- **Task statement**
A single stretch of the material below is to be transcribed exactly, starting at the line with "from __future__ import annotations" and ending after the line with "CheckedObjective, allow_nonconvex: bool".

- **Given records**
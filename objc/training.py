"""From a checked spec and its table to a trained, evaluated model: the steps the commands share.

No math of losses here: metrics call catalog kernels; solving is the backends' job.
"""

from __future__ import annotations

import contextlib
import hashlib
import time
from dataclasses import replace
from pathlib import Path
from typing import TYPE_CHECKING, Callable, Literal

import numpy as np

from objc import chunked_tables, tables
from objc.catalog import CATALOG
from objc.checker import CheckedObjective
from objc.diagnostics import Diagnostic, SpecError
from objc.fit_result import FitResult, theta_from_params
from objc.frontend import check_text
from objc.score_form import ClassScoreForm, ScoreForm, class_scores, design, score_form
from objc.source_text import NO_SPAN

if TYPE_CHECKING:  # pandas is imported by tables at run time; here only for the annotations
    import pandas as pd

    from objc.model_io import SavedModel

Backend = Literal["numpy", "cvxpy"]


def require_trainable(checked: CheckedObjective, allow_nonconvex: bool = False) -> None:
    """Refuse (SpecError) a spec the checker did not accept, unless a non-convex but
    subdifferentiable one is explicitly allowed."""
    if checked.accepted:
        return
    blocking = [d for d in checked.errors if not (allow_nonconvex and checked.subdifferentiable and
                                                    d.code in ("E311", "E312", "E313", "E314", "E315"))]
    if blocking:
        raise SpecError(tuple(blocking), checked.source)
    if checked.spec.table is None:
        raise SpecError((Diagnostic("E401", "the spec binds no table to train on", NO_SPAN,
                                    hint='add: table NAME from "file.csv"', source_name=checked.source.name),),
                        checked.source)


def declared_tunables(checked: CheckedObjective) -> dict[str, tuple[float, float, float]]:
    """Each tunable's (default, low, high), the shape `tunable_refusal` reads."""
    return {t.name: (t.default, t.low, t.high) for t in checked.spec.tunables}


def tunable_diagnostic(checked: CheckedObjective, name: str, value: object) -> SpecError | ValueError | None:
    """The refusal of one given value in objc's own terms: an unknown name is a ValueError (a usage
    mistake); a value outside the declared range is E402 at the `tune` line, since the convexity
    verdict was proved for that range only. The words are `tunable_refusal`'s, the generated modules' own."""
    # imported here: the runtime module imports SciPy's optimizers (a quarter second), which `check` never needs
    from objc.backends.numpy_solvers_src import tunable_refusal
    declared = declared_tunables(checked)
    refusal = tunable_refusal(name, value, declared)
    if refusal is None:
        return None
    if name not in declared:
        return ValueError(f"{refusal[0]}: {refusal[1]}")
    t = next(t for t in checked.spec.tunables if t.name == name)
    return SpecError((Diagnostic("E402", refusal[0], t.span, hint=refusal[1], source_name=checked.source.name),),
                     checked.source)


def tunable_values(checked: CheckedObjective, given: dict[str, float] | None = None) -> dict[str, float]:
    """Every tunable's value: its default unless given (refusals as `tunable_diagnostic` says)."""
    values = {name: float(default) for name, (default, _low, _high) in declared_tunables(checked).items()}
    for name, v in (given or {}).items():
        err = tunable_diagnostic(checked, name, v)
        if err is not None:
            raise err
        values[name] = float(v)
    return values


def task_of(checked: CheckedObjective) -> tables.Task:
    if checked.task is not None:
        return checked.task
    tb = checked.spec.table
    return "margin" if tb is not None and tb.label_map is not None else "residual"


Engine = Literal["memory", "chunks", "cluster"]
ENGINES: tuple[str, ...] = ("memory", "chunks", "cluster")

- **Response area**
from __future__ import annotations

import contextlib
import hashlib
import time
from dataclasses import replace
from pathlib import Path
from typing import TYPE_CHECKING, Callable, Literal

import numpy as np

from objc import chunked_tables, tables
from objc.catalog import CATALOG
from objc.checker import CheckedObjective
from objc.diagnostics import Diagnostic, SpecError
from objc.fit_result import FitResult, theta_from_params
from objc.frontend import check_text
from objc.score_form import ClassScoreForm, ScoreForm, class_scores, design, score_form
from objc.source_text import NO_SPAN

if TYPE_CHECKING:  # pandas is imported by tables at run time; here only for the annotations
    import pandas as pd

    from objc.model_io import SavedModel

Backend = Literal["numpy", "cvxpy"]


def require_trainable(checked: CheckedObjective, allow_nonconvex: bool = False) -> None:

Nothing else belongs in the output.